> Work request:
Word-for-word transcription is needed for all of the entries.

> Extracted records:
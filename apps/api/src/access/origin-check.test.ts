import { describe, expect, test } from 'vitest';
import { requestOrigin } from './origin-check';

describe('requestOrigin', () => {
  test('prefers Origin', () => {
    expect(requestOrigin('https://a.test', 'https://b.test/page')).toBe('https://a.test');
  });
  test('falls back to the origin of Referer', () => {
    expect(requestOrigin(undefined, 'https://b.test:8443/x/y?z=1')).toBe('https://b.test:8443');
  });
  test('is undefined when neither is usable', () => {
    expect(requestOrigin(undefined, undefined)).toBeUndefined();
    expect(requestOrigin(undefined, 'not a url')).toBeUndefined();
  });
});
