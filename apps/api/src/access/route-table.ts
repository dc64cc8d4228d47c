import type { Express } from 'express';
import { declaredPermission } from './allow';
import type { Permission } from './policy';

/** One method on one path of the app, with the permission its allow() declares (if any). */
export interface RouteEntry {
  method: string;
  path: string;
  permission: Permission | undefined;
}

// The parts of Express 5's router (the `router` package) the walk reads. Not public API, so the
// shapes are spelled out here and the walk fails loudly in tests if they change.
interface RouteLike {
  path: string | RegExp | Array<string | RegExp>;
  methods: Record<string, boolean | undefined>;
  stack: Array<{ handle: unknown }>;
}
interface LayerLike {
  route?: RouteLike;
  handle: unknown;
  rawPath?: unknown;
}
interface RouterLike {
  stack: LayerLike[];
}

function isRouter(handle: unknown): handle is RouterLike {
  return typeof handle === 'function' && Array.isArray((handle as Partial<RouterLike>).stack);
}

const pathText = (path: unknown): string => {
  if (typeof path === 'string') return path === '/' ? '' : path;
  if (Array.isArray(path)) return path.map(pathText).join('|');
  return String(path);
};

function walk(router: RouterLike, prefix: string, out: RouteEntry[]): void {
  for (const layer of router.stack) {
    if (layer.route) {
      const permission = layer.route.stack.map((l) => declaredPermission(l.handle)).find((p) => p !== undefined);
      const path = prefix + (pathText(layer.route.path) || '/');
      for (const [method, on] of Object.entries(layer.route.methods)) {
        if (on) out.push({ method: method === '_all' ? 'ALL' : method.toUpperCase(), path, permission });
      }
    } else if (isRouter(layer.handle)) {
      walk(layer.handle, prefix + pathText(layer.rawPath ?? ''), out);
    }
  }
}

/** Every route of the app, nested routers included, in the order Express matches them. */
export function routeTable(app: Express): RouteEntry[] {
  const out: RouteEntry[] = [];
  walk(app.router as unknown as RouterLike, '', out);
  return out;
}
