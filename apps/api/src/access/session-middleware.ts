import type { RequestHandler } from 'express';
import type { AppContext } from '../context';
import { setCurrentSession } from './current-user';
import { clearedSessionCookie, sessionTokenFrom } from './session-cookie';
import { resumeSession } from './sessions';

/**
 * Loads the signed-in user from the session cookie for every API request. A cookie that no
 * longer stands for a session is cleared, so the browser stops sending it.
 */
export function sessionMiddleware(ctx: AppContext): RequestHandler {
  return async (req, res, next) => {
    const token = sessionTokenFrom(req.headers.cookie);
    if (!token) {
      setCurrentSession(res, undefined);
      return next();
    }
    const session = await resumeSession(ctx.db, ctx.config, token);
    setCurrentSession(res, session);
    if (!session) res.append('Set-Cookie', clearedSessionCookie(ctx.config));
    next();
  };
}
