import { describe, expect, test } from 'vitest';
import { permissions, roles } from '@varden/schemas';
import { can, permissionsOf, policy } from './policy';

describe('access policy', () => {
  test('names every permission the contracts list', () => {
    expect(Object.keys(policy).sort()).toEqual([...permissions].sort());
  });

  test('public needs nobody signed in; signed-in needs any role', () => {
    expect(can(undefined, 'public')).toBe(true);
    expect(can(undefined, 'signed-in')).toBe(false);
    for (const role of roles) expect(can([role], 'signed-in')).toBe(true);
  });

  test('maps each role to what product.md gives it', () => {
    expect(permissionsOf(['admin'])).toEqual([
      'public', 'signed-in', 'users:manage', 'audit-log:read', 'settings:manage', 'register:read', 'register:write', 'work-orders:read', 'reports:read',
    ]);
    expect(permissionsOf(['planner'])).toEqual([
      'public', 'signed-in', 'register:read', 'register:write', 'plans:manage', 'work-orders:read', 'work-orders:schedule', 'reports:read',
    ]);
    expect(permissionsOf(['technician'])).toEqual(['public', 'signed-in', 'register:read', 'work-orders:read', 'work-orders:perform', 'reports:read']);
    expect(permissionsOf(['supervisor'])).toEqual(['public', 'signed-in', 'register:read', 'work-orders:read', 'work-orders:review', 'reports:read']);
    expect(permissionsOf(['viewer'])).toEqual(['public', 'signed-in', 'register:read', 'work-orders:read', 'reports:read']);
  });

  test('several roles hold the union of their permissions', () => {
    expect(can(['viewer', 'planner'], 'register:write')).toBe(true);
    expect(can(['technician', 'supervisor'], 'work-orders:review')).toBe(true);
    expect(can(['technician'], 'work-orders:review')).toBe(false);
  });
});
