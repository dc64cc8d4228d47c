import type { RequestHandler } from 'express';
import { AppError } from '../http/app-error';
import { currentSession } from './current-user';
import { can, needsSignIn, type Permission } from './policy';

const permissionMark = Symbol.for('varden.permission');

type MarkedHandler = RequestHandler & { [permissionMark]: Permission };

/**
 * The first handler of every API route: answers 401 when the permission needs a signed-in user
 * and there is none, 403 when the user's roles do not hold it. The handler carries the
 * permission so the route table test can check that no route goes without one.
 */
export function allow(permission: Permission): RequestHandler {
  const guard: RequestHandler = (_req, res, next) => {
    if (!needsSignIn(permission)) return next();
    const session = currentSession(res);
    if (!session) throw new AppError('unauthenticated', 'Sign in to continue.');
    if (!can(session.user.roles, permission)) {
      throw new AppError('forbidden', 'Your role does not allow this. Ask an administrator if you need it.');
    }
    next();
  };
  const marked: MarkedHandler = Object.assign(guard, { [permissionMark]: permission });
  return marked;
}

/** The permission a handler was made with by allow(), if it was. */
export function declaredPermission(handler: unknown): Permission | undefined {
  if (typeof handler !== 'function') return undefined;
  return (handler as Partial<MarkedHandler>)[permissionMark];
}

> Answer to this exercise:
filename apps/api/src/access/origin-check.test.ts
import { describe, expect, test } from 'vitest';
import { requestOrigin } from './origin-check';

describe('requestOrigin', () => {
  test('prefers Origin', () => {
    expect(requestOrigin('https://a.test', 'https://b.test/page')).toBe('https://a.test');
  });
  test('falls back to the origin of Referer', () => {
    expect(requestOrigin(undefined, 'https://b.test:8443/x/y?z=1')).toBe('https://b.test:8443');
  });
  test('is undefined when neither is usable', () => {
    expect(requestOrigin(undefined, undefined)).toBeUndefined();
    expect(requestOrigin(undefined, 'not a url')).toBeUndefined();
  });
});
filename apps/api/src/access/route-table.ts
repository dc64cc8d4228d47c
import type { Express } from 'express';
import { declaredPermission } from './allow';
import type { Permission } from './policy';

/** One method on one path of the app, with the permission its allow() declares (if any). */
export interface RouteEntry {
  method: string;
  path: string;
  permission: Permission | undefined;
}

// The parts of Express 5's router (the `router` package) the walk reads. Not public API, so the
// shapes are spelled out here and the walk fails loudly in tests if they change.
interface RouteLike {
  path: string | RegExp | Array<string | RegExp>;
  methods: Record<string, boolean | undefined>;
  stack: Array<{ handle: unknown }>;
}
interface LayerLike {
  route?: RouteLike;
  handle: unknown;
  rawPath?: unknown;
}
interface RouterLike {
  stack: LayerLike[];
}

function isRouter(handle: unknown): handle is RouterLike {
  return typeof handle === 'function' && Array.isArray((handle as Partial<RouterLike>).stack);
}

const pathText = (path: unknown): string => {
  if (typeof path === 'string') return path === '/' ? '' : path;
  if (Array.isArray(path)) return path.map(pathText).join('|');
  return String(path);
};

function walk(router: RouterLike, prefix: string, out: RouteEntry[]): void {
  for (const layer of router.stack) {
    if (layer.route) {
      const permission = layer.route.stack.map((l) => declaredPermission(l.handle)).find((p) => p !== undefined);
      const path = prefix + (pathText(layer.route.path) || '/');
      for (const [method, on] of Object.entries(layer.route.methods)) {
        if (on) out.push({ method: method === '_all' ? 'ALL' : method.toUpperCase(), path, permission });
      }
    } else if (isRouter(layer.handle)) {
      walk(layer.handle, prefix + pathText(layer.rawPath ?? ''), out);
    }
  }
}

/** Every route of the app, nested routers included, in the order Express matches them. */
export function routeTable(app: Express): RouteEntry[] {
  const out: RouteEntry[] = [];
  walk(app.router as unknown as RouterLike, '', out);
  return out;
}
filename apps/api/src/access/session-middleware.ts
import type { RequestHandler } from 'express';
import type { AppContext } from '../context';
import { setCurrentSession } from './current-user';
import { clearedSessionCookie, sessionTokenFrom } from './session-cookie';
import { resumeSession } from './sessions';

/**
 * Loads the signed-in user from the session cookie for every API request. A cookie that no
 * longer stands for a session is cleared, so the browser stops sending it.
 */
export function sessionMiddleware(ctx: AppContext): RequestHandler {
  return async (req, res, next) => {
    const token = sessionTokenFrom(req.headers.cookie);
    if (!token) {
      setCurrentSession(res, undefined);
      return next();
    }
    const session = await resumeSession(ctx.db, ctx.config, token);
    setCurrentSession(res, session);
    if (!session) res.append('Set-Cookie', clearedSessionCookie(ctx.config));
    next();
  };
}
import { describe, expect, test } from 'vitest';
import { permissions, roles } from '@varden/schemas';
import { can, permissionsOf, policy } from './policy';

describe('access policy', () => {
  test('names every permission the contracts list', () => {
    expect(Object.keys(policy).sort()).toEqual([...permissions].sort());
  });

  test('public needs nobody signed in; signed-in needs any role', () => {
    expect(can(undefined, 'public')).toBe(true);
    expect(can(undefined, 'signed-in')).toBe(false);
    for (const role of roles) expect(can([role], 'signed-in')).toBe(true);
  });

  test('maps each role to what product.md gives it', () => {
    expect(permissionsOf(['admin'])).toEqual([
      'public', 'signed-in', 'users:manage', 'audit-log:read', 'settings:manage', 'register:read', 'register:write', 'work-orders:read', 'reports:read',
    ]);
    expect(permissionsOf(['planner'])).toEqual([
      'public', 'signed-in', 'register:read', 'register:write', 'plans:manage', 'work-orders:read', 'work-orders:schedule', 'reports:read',
    ]);
    expect(permissionsOf(['technician'])).toEqual(['public', 'signed-in', 'register:read', 'work-orders:read', 'work-orders:perform', 'reports:read']);
    expect(permissionsOf(['supervisor'])).toEqual(['public', 'signed-in', 'register:read', 'work-orders:read', 'work-orders:review', 'reports:read']);
    expect(permissionsOf(['viewer'])).toEqual(['public', 'signed-in', 'register:read', 'work-orders:read', 'reports:read']);
  });

  test('several roles hold the union of their permissions', () => {
    expect(can(['viewer', 'planner'], 'register:write')).toBe(true);
    expect(can(['technician', 'supervisor'], 'work-orders:review')).toBe(true);
    expect(can(['technician'], 'work-orders:review')).toBe(false);
  });
});
repository dc64cc8d4228d47c
import type { RequestHandler } from 'express';
import { AppError } from '../http/app-error';
import { currentSession } from './current-user';
import { can, needsSignIn, type Permission } from './policy';

const permissionMark = Symbol.for('varden.permission');

type MarkedHandler = RequestHandler & { [permissionMark]: Permission };

/**
 * The first handler of every API route: answers 401 when the permission needs a signed-in user
 * and there is none, 403 when the user's roles do not hold it. The handler carries the
 * permission so the route table test can check that no route goes without one.
 */
export function allow(permission: Permission): RequestHandler {
  const guard: RequestHandler = (_req, res, next) => {
    if (!needsSignIn(permission)) return next();
    const session = currentSession(res);
    if (!session) throw new AppError('unauthenticated', 'Sign in to continue.');
    if (!can(session.user.roles, permission)) {
      throw new AppError('forbidden', 'Your role does not allow this. Ask an administrator if you need it.');
    }
    next();
  };
  const marked: MarkedHandler = Object.assign(guard, { [permissionMark]: permission });
  return marked;
}

/** The permission a handler was made with by allow(), if it was. */
export function declaredPermission(handler: unknown): Permission | undefined {
  if (typeof handler !== 'function') return undefined;
  return (handler as Partial<MarkedHandler>)[permissionMark];
}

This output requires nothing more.